L’Anonimo dell’Anno 2011 – Cesare Basile
Tostato da Alessandro Basile
L’Anonimo dell’Anno è il mio vicino di casa, la ragazza che vive in via dei Garofani numero 3, la nonna del sesto piano. Sono persone, uomini e donne in carne ed ossa, a volte sono giovani, altre poi hanno rughe spesse e mani piene di calli. Sono cittadini, immigrati, esiliati, sono muratori e dottori, sono studenti. Hanno un nome, un cognome, un indirizzo ed un numero di telefono, eppure nessuno li dice alla televisione, li chiama per un’intervista per aprirci un giornale, li invita alle cerimonie in comune. Muoiono e nessuno li ricorda, vivono e non fanno rumore. Eppure spostano pietre con il pensiero, hanno occhi profondi come burroni e con le mani smuovono le montagne per far andare quelle rotelle così arrugginite che fanno sì che il nostro paese vada avanti anche quando il mondo, l’Europa, le banche e i politici hanno detto che non lo farà.
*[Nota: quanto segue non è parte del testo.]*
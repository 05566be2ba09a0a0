// An invented QuoteDocument (Ashcombe Motor Works to Larkspur Air Appliances) for the PDF spec and
// the preview script. Prices come from the real pricing rules over an invented price list; the
// operating points come from a simple invented motor model solved here, so every marked point
// sits where its curves cross. None of it is catalogue data.
import type { LineDutyPoint, QuoteDocument, RevisionLine } from '../../shared/contracts/quote.contract'
import { priceQuote, type PriceList, type QuoteLineInput } from '../../shared/pricing'

interface InventedMotor {
  partNumber: string
  name: string
  tap: string | null
  unitPrice: number
  breaks: { minQuantity: number; unitPrice: number }[]
  moq: number
  leadTimeDays: number
  copperMassKg: number
  /** Torque-speed shape (Kloss form): breakdown torque and the slip at it; synchronous speed. */
  model: { syncRpm: number; breakdownNm: number; breakdownSlip: number; efficiency: number; powerFactor: number } | null
}

const MOTORS: InventedMotor[] = [
  {
    partNumber: 'AMW-PSC4-120-60-H',
    name: 'PSC motor, 4-pole, 120 V 60 Hz, 3 speed taps, 5 uF run capacitor, sleeve bearings',
    tap: 'high',
    unitPrice: 3875,
    breaks: [
      { minQuantity: 250, unitPrice: 3600 },
      { minQuantity: 1000, unitPrice: 3390 },
      { minQuantity: 5000, unitPrice: 3225 },
    ],
    moq: 50,
    leadTimeDays: 56,
    copperMassKg: 0.21,
    model: { syncRpm: 1800, breakdownNm: 0.62, breakdownSlip: 0.3, efficiency: 0.56, powerFactor: 0.93 },
  },
  {
    partNumber: 'AMW-SP16-120-60',
    name: 'Shaded-pole motor, 4-pole, 120 V 60 Hz, 16 W input class, thermally protected',
    tap: null,
    unitPrice: 1250,
    breaks: [
      { minQuantity: 500, unitPrice: 1150 },
      { minQuantity: 2000, unitPrice: 1045 },
    ],
    moq: 100,
    leadTimeDays: 42,
    copperMassKg: 0.085,
    model: { syncRpm: 1800, breakdownNm: 0.075, breakdownSlip: 0.45, efficiency: 0.22, powerFactor: 0.62 },
  },
  {
    partNumber: 'AMW-PSC6-120-60-M',
    name: 'PSC motor, 6-pole, 120 V 60 Hz, medium tap, ball bearings',
    tap: 'med',
    unitPrice: 4420,
    breaks: [{ minQuantity: 500, unitPrice: 4150 }],
    moq: 50,
    leadTimeDays: 63,
    copperMassKg: 0.26,
    model: { syncRpm: 1200, breakdownNm: 0.95, breakdownSlip: 0.35, efficiency: 0.52, powerFactor: 0.9 },
  },
  {
    partNumber: 'AMW-BRKT-3A',
    name: 'Three-arm mounting bracket kit, zinc-plated steel',
    tap: null,
    unitPrice: 140,
    breaks: [{ minQuantity: 1000, unitPrice: 118 }],
    moq: 200,
    leadTimeDays: 21,
    copperMassKg: 0,
    model: null,
  },
]

function priceList(): PriceList {
  return {
    id: 'AMW-USD-2026H1',
    currency: 'USD',
    validFrom: '2026-01-01',
    validTo: '2026-06-30',
    baseCopperIndexPerKg: 950,
    copperCreditBelowBase: false,
    tierDiscountBp: { oem_contract: 800, distributor: 1500 },
    entries: MOTORS.map((m) => ({ variantId: m.partNumber, unitPrice: m.unitPrice, breaks: m.breaks, moq: m.moq, leadTimeDays: m.leadTimeDays })),
    options: [
      { code: 'ROT-CW', category: 'rotation', label: 'Clockwise rotation (viewed from lead end)', pricing: 'fixed', amountPerUnit: 35 },
      { code: 'LEAD', category: 'lead_length', label: 'Lead length', pricing: 'per_100mm', amountPer100mm: 18, standardLengthMm: 300 },
      { code: 'CONN-2P', category: 'connector', label: '2-pole housing connector', pricing: 'fixed', amountPerUnit: 42 },
      { code: 'CAP-5UF', category: 'capacitor', label: 'Run capacitor 5 uF 370 VAC supplied', pricing: 'fixed', amountPerUnit: 95 },
    ],
  }
}

/** Kloss-form torque at speed n (invented shape, good enough for a plausible small chart). */
function klossTorque(model: NonNullable<InventedMotor['model']>, rpm: number, voltageRatio: number): number {
  const slip = Math.max((model.syncRpm - rpm) / model.syncRpm, 1e-9)
  return (voltageRatio ** 2 * 2 * model.breakdownNm) / (slip / model.breakdownSlip + model.breakdownSlip / slip)
}

/** Stable root of motor torque = k n^2 above the breakdown speed, by bisection. */
function solve(model: NonNullable<InventedMotor['model']>, k: number, voltageRatio: number): number {
  let lo = model.syncRpm * (1 - model.breakdownSlip)
  let hi = model.syncRpm
  for (let i = 0; i < 60; i++) {
    const mid = (lo + hi) / 2
    if (klossTorque(model, mid, voltageRatio) > k * mid * mid) lo = mid
    else hi = mid
  }
  return (lo + hi) / 2
}

const round = (value: number, digits: number): number => Math.round(value * 10 ** digits) / 10 ** digits

function dutyPoint(model: NonNullable<InventedMotor['model']>, index: number): LineDutyPoint {
  const volts = 120
  const lowVolts = 108
  // Load torque at 90 % of synchronous speed is 70 % of breakdown torque; the fan moves
  // flowPerRpm m3/s per r/min and builds pressure with the square of speed (fan laws).
  const ref = model.syncRpm * 0.9
  const k = (0.7 * model.breakdownNm) / (ref * ref)
  const flowPerRpm = (model.breakdownNm * 0.11) / 1000
  const pressurePerRpm2 = 55 / (1500 * 1500)
  const nominalRpm = Math.round(solve(model, k, 1))
  const lowRpm = Math.round(solve(model, k, lowVolts / volts))
  // Power factor rises a little at reduced voltage (less magnetising current), so current falls.
  const point = (rpm: number, v: number, powerFactor: number) => {
    const torque = k * rpm * rpm
    const outputW = (torque * rpm * 2 * Math.PI) / 60
    const inputW = outputW / model.efficiency
    return {
      rpm,
      flowM3s: round(flowPerRpm * rpm, 5),
      staticPa: round(pressurePerRpm2 * rpm * rpm, 1),
      inputW: round(inputW, 1),
      currentA: round(inputW / (v * powerFactor), 3),
    }
  }
  const nominal = point(nominalRpm, volts, model.powerFactor)
  const low = point(lowRpm, lowVolts, Math.min(0.99, model.powerFactor * 1.05))
  // The duty asks for a little less than nominal delivers; every other line is sized tight, so
  // its low-line point falls short and the PDF has to say "no".
  const dutyShare = index % 2 === 0 ? 0.96 : 0.995
  const duty = { flowM3s: round(nominal.flowM3s * dutyShare, 5), staticPa: round(nominal.staticPa * dutyShare * dutyShare, 1) }
  const steps = 24
  const speeds = Array.from({ length: steps + 1 }, (_, i) => (model.syncRpm * i) / steps)
  return {
    studyName: index % 2 === 0 ? 'Larkspur H-60 range hood, 150 mm duct' : 'Larkspur B-110 bath fan, 100 mm duct',
    supply: { volts, hz: 60 },
    duty,
    nominal: { ...nominal, efficiency: model.efficiency, status: 'running' },
    lowLine: { volts: lowVolts, ...low, status: 'running' },
    meetsDuty: low.flowM3s >= duty.flowM3s && low.staticPa >= duty.staticPa,
    motorCurve: speeds.map((rpm) => ({ rpm: round(rpm, 1), torqueNm: round(klossTorque(model, rpm, 1), 4) })),
    motorLowLineCurve: speeds.map((rpm) => ({ rpm: round(rpm, 1), torqueNm: round(klossTorque(model, rpm, lowVolts / volts), 4) })),
    loadCurve: speeds.map((rpm) => ({ rpm: round(rpm, 1), torqueNm: round(k * rpm * rpm, 4) })),
  }
}

/**
 * The sample quote. `lineCount` repeats the four invented items (at rising quantities) so page
 * breaks can be exercised; the default is the four-line quote a person would preview.
 */
export function sampleQuoteDocument(options: { lineCount?: number; quantityFactor?: number } = {}): QuoteDocument {
  const lineCount = options.lineCount ?? 4
  const factor = options.quantityFactor ?? 1
  const chosen = Array.from({ length: lineCount }, (_, i) => {
    const motor = MOTORS[i % MOTORS.length]
    if (motor === undefined) throw new Error('no invented motors')
    return { motor, quantity: [1200, 600, 300, 2400][i % 4] ?? 500, i }
  })
  const inputs: QuoteLineInput[] = chosen.map(({ motor, quantity, i }) => ({
    variantId: motor.partNumber,
    quantity: (quantity + 50 * Math.floor(i / MOTORS.length)) * factor,
    copperMassKg: motor.copperMassKg,
    options:
      motor.model === null
        ? []
        : i % 4 === 0
          ? [{ code: 'CAP-5UF' }, { code: 'LEAD', lengthMm: 550 }]
          : i % 4 === 1
            ? [{ code: 'ROT-CW' }, { code: 'CONN-2P' }]
            : [],
    extraDiscountBp: i % 4 === 0 ? 200 : 0,
  }))
  const priced = priceQuote({
    quoteDate: '2026-03-02',
    currency: 'USD',
    priceList: priceList(),
    customer: { accountId: 'acct-larkspur', tier: 'oem_contract', overrides: [] },
    copperIndex: { valuePerKg: 1070, currency: 'USD', stampedOn: '2026-03-02' },
    lines: inputs,
    nre: [
      { description: 'Tooling for customer-specific lead exit and grommet', amount: 185000 },
      { description: 'First-article inspection report (PPAP level 2)', amount: 42000 },
    ],
    depositBp: 3000,
    salesDiscountLimitBp: 500,
  })
  if (!priced.ok) throw new Error(`fixture does not price: ${priced.errors.map((e) => e.message).join('; ')}`)
  const lines: RevisionLine[] = chosen.map(({ motor, i }) => ({
    partNumber: motor.partNumber,
    name: motor.name,
    tap: motor.tap,
    quantity: inputs[i]?.quantity ?? 0,
    moq: motor.moq,
    leadTimeDays: motor.leadTimeDays,
    breaks: motor.breaks,
    options: (priced.value.lines[i]?.options ?? []).map((o) => ({ code: o.code, label: o.label, perUnit: o.perUnit })),
    dutyPoint: motor.model === null ? null : dutyPoint(motor.model, i),
  }))
  return {
    number: 'SW-2026-00042',
    revision: 'B',
    issuedOn: '2026-03-02',
    validUntil: '2026-04-01',
    currency: 'USD',
    maker: {
      name: 'Ashcombe Motor Works',
      address: ['Unit 7, Ferrous Way', 'Ashcombe Trading Estate', 'Bristol BS11 9QX, United Kingdom'],
      email: 'sales@ashcombe.test',
    },
    customer: { name: 'Larkspur Air Appliances', tier: 'oem_contract', contactName: 'Dana Whitcombe', contactEmail: 'buyer@larkspur.test' },
    salesEngineer: { name: 'Priya Ashworth', email: 'sales@ashcombe.test' },
    lines,
    priced: priced.value,
    terms: {
      incoterm: 'FCA',
      incotermPlace: 'Ashcombe works, Bristol',
      paymentTerms: 'Deposit with acceptance, balance 30 days net from shipment',
      depositBp: 3000,
      notes:
        'Samples of each motor (5 pcs) ship within 10 working days of acceptance. Quantities are for call-off over 12 months in lots of at least the MOQ. Motors are marked with the Larkspur part number on request at no charge.',
    },
    copperIndex: { valuePerKg: 1070, baseValuePerKg: 950, stampedOn: '2026-03-02' },
  }
}

/**
 * The awkward cases a layout must survive: eight-digit amounts, long names that wrap, a motor that
 * does not start at low line, the longest notes the draft allows.
 */
export function stressQuoteDocument(): QuoteDocument {
  const doc = sampleQuoteDocument({ lineCount: 6, quantityFactor: 1000 })
  doc.customer = { ...doc.customer, name: 'Larkspur Air Appliances International Holdings (North America) LLC', contactName: 'Dana Whitcombe-Fairweather' }
  const first = doc.lines[0]
  if (first) first.name = `${first.name}, with customer-specific lead exit, double-insulated leads and UL recognised thermal protector`
  const second = doc.lines[1]
  if (second?.dutyPoint) {
    second.partNumber = 'AMW-SP16-120-60-LONG-PART-NO-X'
    second.dutyPoint.lowLine = { ...second.dutyPoint.lowLine, rpm: 0, flowM3s: 0, staticPa: 0, inputW: null, currentA: null, status: 'no-start' }
    second.dutyPoint.meetsDuty = false
  }
  doc.terms = { ...doc.terms, notes: Array.from({ length: 26 }, (_, i) => `Note ${i + 1}: call-offs are confirmed in writing at least four weeks before the wanted ship date, in lots of the MOQ or more.`).join(' ').slice(0, 4000) }
  return doc
}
Caffè News e la sua redazione di ragazzotti in giro per l’Italia e il mondo hanno deciso così di dedicare la copertina del primo giorno del 2012 all’ANONIMO DELL’ANNO, quel personaggio di cui nessuno sa molto, ma che in questi 365 giorni ha fatto qualcosa di reale e concreto per cambiare il nostro Paese o soltanto per farlo andare avanti. Per scegliere a chi dedicare questa copertina, abbiamo chiesto ad ognuno dei nostri redattori di segnalare il suo ANONIMO dell’ANNO da oggi fino al 31 dicembre 2011. La competizione è aperta e anche voi, se avete qualche anonimo da segnalarci scrivete a redazione@caffenews.it.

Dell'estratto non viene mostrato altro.